(Given records)

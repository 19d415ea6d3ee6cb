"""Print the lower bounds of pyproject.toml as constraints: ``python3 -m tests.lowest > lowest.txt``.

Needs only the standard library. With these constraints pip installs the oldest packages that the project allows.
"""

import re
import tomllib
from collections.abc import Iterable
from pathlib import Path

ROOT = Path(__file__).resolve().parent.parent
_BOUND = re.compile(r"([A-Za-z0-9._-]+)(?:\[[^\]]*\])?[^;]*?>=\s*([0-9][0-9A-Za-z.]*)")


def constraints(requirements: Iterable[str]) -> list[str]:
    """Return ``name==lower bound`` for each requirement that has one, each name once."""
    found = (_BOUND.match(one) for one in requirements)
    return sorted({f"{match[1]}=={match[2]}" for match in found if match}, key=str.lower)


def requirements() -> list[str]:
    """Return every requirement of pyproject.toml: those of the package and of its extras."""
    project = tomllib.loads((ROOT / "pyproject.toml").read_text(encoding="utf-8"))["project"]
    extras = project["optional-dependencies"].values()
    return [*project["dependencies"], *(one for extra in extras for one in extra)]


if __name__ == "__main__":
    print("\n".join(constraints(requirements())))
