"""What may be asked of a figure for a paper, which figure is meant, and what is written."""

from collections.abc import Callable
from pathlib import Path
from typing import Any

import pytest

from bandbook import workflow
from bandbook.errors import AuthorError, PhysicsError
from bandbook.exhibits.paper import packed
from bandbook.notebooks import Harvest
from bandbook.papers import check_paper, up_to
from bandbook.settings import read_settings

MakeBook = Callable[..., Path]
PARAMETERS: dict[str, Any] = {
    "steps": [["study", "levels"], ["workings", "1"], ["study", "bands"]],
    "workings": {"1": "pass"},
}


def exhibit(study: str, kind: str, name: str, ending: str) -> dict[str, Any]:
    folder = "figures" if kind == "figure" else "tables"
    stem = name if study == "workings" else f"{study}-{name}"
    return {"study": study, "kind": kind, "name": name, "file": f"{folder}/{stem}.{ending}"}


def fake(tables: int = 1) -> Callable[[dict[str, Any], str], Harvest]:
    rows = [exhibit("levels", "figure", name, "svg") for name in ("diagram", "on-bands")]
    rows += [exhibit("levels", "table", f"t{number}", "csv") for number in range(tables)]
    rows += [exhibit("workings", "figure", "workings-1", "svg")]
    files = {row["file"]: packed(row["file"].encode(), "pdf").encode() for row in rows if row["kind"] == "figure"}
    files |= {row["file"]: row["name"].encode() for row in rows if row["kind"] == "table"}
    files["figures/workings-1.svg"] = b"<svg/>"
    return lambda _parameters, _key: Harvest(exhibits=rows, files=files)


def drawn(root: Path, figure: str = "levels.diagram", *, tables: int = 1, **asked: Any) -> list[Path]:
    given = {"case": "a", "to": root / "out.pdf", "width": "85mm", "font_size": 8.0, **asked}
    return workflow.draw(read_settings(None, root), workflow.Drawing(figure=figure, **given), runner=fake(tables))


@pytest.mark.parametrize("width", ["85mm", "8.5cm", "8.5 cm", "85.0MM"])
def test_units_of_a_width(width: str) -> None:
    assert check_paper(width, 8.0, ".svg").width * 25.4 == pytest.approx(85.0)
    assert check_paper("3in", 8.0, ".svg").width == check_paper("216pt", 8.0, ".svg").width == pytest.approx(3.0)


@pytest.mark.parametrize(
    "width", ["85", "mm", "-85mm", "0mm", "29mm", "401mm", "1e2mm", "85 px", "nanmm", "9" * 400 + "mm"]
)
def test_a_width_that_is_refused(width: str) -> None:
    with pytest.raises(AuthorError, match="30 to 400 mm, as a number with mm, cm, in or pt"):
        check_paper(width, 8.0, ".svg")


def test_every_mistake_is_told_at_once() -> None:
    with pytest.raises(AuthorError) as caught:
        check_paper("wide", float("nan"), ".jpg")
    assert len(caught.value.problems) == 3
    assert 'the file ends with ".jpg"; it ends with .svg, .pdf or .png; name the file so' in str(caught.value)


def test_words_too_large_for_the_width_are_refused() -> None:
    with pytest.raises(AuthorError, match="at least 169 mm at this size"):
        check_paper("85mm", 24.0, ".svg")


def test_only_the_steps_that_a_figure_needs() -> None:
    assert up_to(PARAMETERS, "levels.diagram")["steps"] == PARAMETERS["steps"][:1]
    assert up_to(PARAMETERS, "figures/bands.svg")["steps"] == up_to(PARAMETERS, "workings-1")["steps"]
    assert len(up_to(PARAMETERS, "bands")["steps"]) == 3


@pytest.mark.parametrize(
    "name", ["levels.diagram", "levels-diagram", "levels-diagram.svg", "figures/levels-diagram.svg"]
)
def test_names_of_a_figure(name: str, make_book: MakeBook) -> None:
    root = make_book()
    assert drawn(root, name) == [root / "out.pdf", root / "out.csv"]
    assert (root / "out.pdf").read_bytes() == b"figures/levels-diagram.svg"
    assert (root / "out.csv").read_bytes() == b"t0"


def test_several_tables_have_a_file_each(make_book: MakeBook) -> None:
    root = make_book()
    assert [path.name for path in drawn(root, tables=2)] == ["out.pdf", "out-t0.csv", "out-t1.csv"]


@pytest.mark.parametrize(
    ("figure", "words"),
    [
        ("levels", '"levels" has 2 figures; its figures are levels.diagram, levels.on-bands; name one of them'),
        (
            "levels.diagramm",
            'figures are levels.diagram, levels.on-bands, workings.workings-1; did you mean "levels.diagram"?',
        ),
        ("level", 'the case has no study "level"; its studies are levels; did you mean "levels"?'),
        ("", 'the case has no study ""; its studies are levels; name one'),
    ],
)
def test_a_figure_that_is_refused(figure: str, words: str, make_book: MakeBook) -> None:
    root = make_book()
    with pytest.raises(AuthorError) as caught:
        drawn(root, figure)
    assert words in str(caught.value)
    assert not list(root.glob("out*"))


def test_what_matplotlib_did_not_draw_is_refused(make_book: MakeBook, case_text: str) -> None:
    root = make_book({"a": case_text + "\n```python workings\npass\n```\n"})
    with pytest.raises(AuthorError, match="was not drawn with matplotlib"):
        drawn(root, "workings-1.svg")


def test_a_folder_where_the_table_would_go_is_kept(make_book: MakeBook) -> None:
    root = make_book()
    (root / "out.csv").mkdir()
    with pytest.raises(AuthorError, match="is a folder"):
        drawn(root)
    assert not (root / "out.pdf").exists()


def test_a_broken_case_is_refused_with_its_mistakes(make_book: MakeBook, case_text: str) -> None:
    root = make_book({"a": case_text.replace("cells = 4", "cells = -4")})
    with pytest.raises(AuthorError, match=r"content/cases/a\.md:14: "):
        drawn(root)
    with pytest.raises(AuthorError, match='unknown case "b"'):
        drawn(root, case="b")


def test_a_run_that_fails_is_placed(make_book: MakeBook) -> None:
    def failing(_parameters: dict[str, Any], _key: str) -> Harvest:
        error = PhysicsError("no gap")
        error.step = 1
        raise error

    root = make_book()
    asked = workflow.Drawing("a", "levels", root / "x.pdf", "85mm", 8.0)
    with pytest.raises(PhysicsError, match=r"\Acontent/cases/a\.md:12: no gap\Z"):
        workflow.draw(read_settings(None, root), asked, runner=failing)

(End Given records)
(Given records)

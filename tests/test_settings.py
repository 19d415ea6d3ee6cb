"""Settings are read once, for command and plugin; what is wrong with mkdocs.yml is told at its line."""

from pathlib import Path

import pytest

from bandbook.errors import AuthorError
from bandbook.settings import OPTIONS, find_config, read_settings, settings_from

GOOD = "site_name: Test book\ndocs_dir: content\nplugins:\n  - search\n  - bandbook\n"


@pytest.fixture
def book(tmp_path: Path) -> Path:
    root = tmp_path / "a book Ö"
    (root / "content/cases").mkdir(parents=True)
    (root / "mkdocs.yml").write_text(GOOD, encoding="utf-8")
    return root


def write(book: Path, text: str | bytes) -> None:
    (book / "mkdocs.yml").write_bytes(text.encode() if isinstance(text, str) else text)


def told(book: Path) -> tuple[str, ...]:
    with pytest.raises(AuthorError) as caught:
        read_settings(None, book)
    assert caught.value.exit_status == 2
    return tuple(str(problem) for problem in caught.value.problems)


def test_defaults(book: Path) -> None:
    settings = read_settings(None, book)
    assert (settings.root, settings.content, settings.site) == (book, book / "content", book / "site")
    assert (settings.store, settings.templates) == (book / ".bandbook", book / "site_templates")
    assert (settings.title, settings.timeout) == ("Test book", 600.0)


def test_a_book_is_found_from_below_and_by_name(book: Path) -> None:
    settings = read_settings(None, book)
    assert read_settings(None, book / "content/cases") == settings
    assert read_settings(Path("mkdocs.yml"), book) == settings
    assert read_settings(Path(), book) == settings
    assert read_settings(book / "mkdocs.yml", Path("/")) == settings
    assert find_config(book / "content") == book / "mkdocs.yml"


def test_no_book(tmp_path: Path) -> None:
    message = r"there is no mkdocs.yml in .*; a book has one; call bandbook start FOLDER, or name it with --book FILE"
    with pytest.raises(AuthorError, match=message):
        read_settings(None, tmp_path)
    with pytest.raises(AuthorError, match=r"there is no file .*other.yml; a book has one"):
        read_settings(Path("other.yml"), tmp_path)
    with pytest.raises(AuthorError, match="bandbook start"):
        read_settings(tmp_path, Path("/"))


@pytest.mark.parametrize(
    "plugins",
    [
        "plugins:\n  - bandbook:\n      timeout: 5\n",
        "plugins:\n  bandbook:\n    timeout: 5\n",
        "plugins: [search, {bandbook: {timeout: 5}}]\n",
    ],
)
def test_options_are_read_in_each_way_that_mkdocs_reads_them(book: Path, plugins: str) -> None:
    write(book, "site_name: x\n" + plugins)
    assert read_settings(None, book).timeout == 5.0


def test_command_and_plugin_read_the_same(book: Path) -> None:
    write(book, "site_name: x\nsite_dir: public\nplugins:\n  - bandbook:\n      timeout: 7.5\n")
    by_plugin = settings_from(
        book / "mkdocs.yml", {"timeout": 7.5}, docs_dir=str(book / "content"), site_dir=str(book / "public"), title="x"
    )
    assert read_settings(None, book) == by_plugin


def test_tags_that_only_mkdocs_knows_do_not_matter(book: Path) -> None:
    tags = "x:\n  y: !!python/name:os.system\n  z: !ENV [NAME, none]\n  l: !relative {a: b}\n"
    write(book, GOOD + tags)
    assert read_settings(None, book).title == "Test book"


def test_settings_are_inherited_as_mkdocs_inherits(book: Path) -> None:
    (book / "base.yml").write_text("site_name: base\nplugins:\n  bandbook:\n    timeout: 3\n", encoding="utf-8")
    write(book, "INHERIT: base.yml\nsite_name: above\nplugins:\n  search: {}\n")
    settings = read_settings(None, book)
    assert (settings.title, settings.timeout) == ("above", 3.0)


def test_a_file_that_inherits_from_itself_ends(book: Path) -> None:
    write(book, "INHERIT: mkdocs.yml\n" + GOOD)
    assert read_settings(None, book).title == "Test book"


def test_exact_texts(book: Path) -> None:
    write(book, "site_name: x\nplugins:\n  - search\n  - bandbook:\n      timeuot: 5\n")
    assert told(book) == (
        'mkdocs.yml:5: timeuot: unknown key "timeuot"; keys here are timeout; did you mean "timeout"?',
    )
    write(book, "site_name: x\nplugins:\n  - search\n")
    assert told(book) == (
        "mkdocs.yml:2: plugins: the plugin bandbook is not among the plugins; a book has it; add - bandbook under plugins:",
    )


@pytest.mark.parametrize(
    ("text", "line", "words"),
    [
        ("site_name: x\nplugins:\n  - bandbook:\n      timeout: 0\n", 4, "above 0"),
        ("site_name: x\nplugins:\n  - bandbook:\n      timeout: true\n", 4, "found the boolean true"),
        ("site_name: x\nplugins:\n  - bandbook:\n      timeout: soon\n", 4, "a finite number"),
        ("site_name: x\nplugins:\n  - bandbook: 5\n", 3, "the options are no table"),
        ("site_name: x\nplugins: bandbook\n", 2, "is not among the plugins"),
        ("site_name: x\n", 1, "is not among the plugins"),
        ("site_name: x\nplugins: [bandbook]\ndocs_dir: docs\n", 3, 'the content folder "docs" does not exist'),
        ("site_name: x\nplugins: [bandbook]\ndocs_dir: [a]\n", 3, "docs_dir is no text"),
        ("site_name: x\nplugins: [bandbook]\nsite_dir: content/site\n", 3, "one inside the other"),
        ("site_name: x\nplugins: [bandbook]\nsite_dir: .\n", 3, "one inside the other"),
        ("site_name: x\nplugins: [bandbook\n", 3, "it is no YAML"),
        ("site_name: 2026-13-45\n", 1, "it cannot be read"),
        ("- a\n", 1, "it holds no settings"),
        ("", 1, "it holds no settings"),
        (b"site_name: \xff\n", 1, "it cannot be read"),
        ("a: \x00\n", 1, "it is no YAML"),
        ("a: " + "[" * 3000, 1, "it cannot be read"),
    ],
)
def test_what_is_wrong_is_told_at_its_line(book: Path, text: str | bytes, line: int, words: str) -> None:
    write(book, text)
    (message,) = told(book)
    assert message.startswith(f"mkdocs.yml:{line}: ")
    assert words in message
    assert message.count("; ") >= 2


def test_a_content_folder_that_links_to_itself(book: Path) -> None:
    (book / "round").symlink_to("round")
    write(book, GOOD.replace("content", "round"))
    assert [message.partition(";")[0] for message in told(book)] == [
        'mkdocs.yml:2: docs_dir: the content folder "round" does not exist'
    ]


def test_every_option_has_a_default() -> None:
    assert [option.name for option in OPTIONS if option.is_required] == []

(End Given records)
(Given records)

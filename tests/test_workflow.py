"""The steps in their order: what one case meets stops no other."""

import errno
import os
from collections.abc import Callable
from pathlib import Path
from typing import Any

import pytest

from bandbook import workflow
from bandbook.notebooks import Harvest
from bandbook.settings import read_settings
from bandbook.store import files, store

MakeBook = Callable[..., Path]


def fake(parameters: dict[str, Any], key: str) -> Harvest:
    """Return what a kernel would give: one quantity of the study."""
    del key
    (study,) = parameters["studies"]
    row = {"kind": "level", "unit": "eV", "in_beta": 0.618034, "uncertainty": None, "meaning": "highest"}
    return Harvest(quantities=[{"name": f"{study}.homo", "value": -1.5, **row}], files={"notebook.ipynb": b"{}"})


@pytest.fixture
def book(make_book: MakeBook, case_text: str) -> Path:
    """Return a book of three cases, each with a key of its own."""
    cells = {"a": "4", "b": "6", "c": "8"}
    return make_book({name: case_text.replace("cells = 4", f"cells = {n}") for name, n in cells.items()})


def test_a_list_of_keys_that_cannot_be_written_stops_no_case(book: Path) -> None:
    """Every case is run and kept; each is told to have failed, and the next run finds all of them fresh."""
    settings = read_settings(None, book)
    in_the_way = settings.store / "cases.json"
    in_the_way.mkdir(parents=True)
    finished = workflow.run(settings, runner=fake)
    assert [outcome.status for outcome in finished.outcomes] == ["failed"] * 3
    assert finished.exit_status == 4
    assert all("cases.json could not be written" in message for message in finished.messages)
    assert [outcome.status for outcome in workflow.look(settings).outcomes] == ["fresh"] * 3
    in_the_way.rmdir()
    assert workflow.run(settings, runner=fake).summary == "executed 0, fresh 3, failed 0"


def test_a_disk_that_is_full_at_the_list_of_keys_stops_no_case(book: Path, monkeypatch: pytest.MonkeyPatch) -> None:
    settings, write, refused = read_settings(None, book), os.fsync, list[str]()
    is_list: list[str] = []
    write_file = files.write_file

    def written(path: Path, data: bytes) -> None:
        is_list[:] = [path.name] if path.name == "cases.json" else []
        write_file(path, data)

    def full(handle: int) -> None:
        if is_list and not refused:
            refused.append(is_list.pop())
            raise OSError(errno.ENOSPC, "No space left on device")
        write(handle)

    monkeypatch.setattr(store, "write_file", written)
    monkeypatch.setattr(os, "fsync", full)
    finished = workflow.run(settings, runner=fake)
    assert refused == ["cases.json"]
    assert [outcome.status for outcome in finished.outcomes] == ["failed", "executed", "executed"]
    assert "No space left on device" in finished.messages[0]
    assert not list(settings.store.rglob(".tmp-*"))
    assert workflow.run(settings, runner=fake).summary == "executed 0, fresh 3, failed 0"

(End Given records)

Activity:
Determine the number of lines in the data that include the string "else". Only that number belongs in the answer.

Response:
4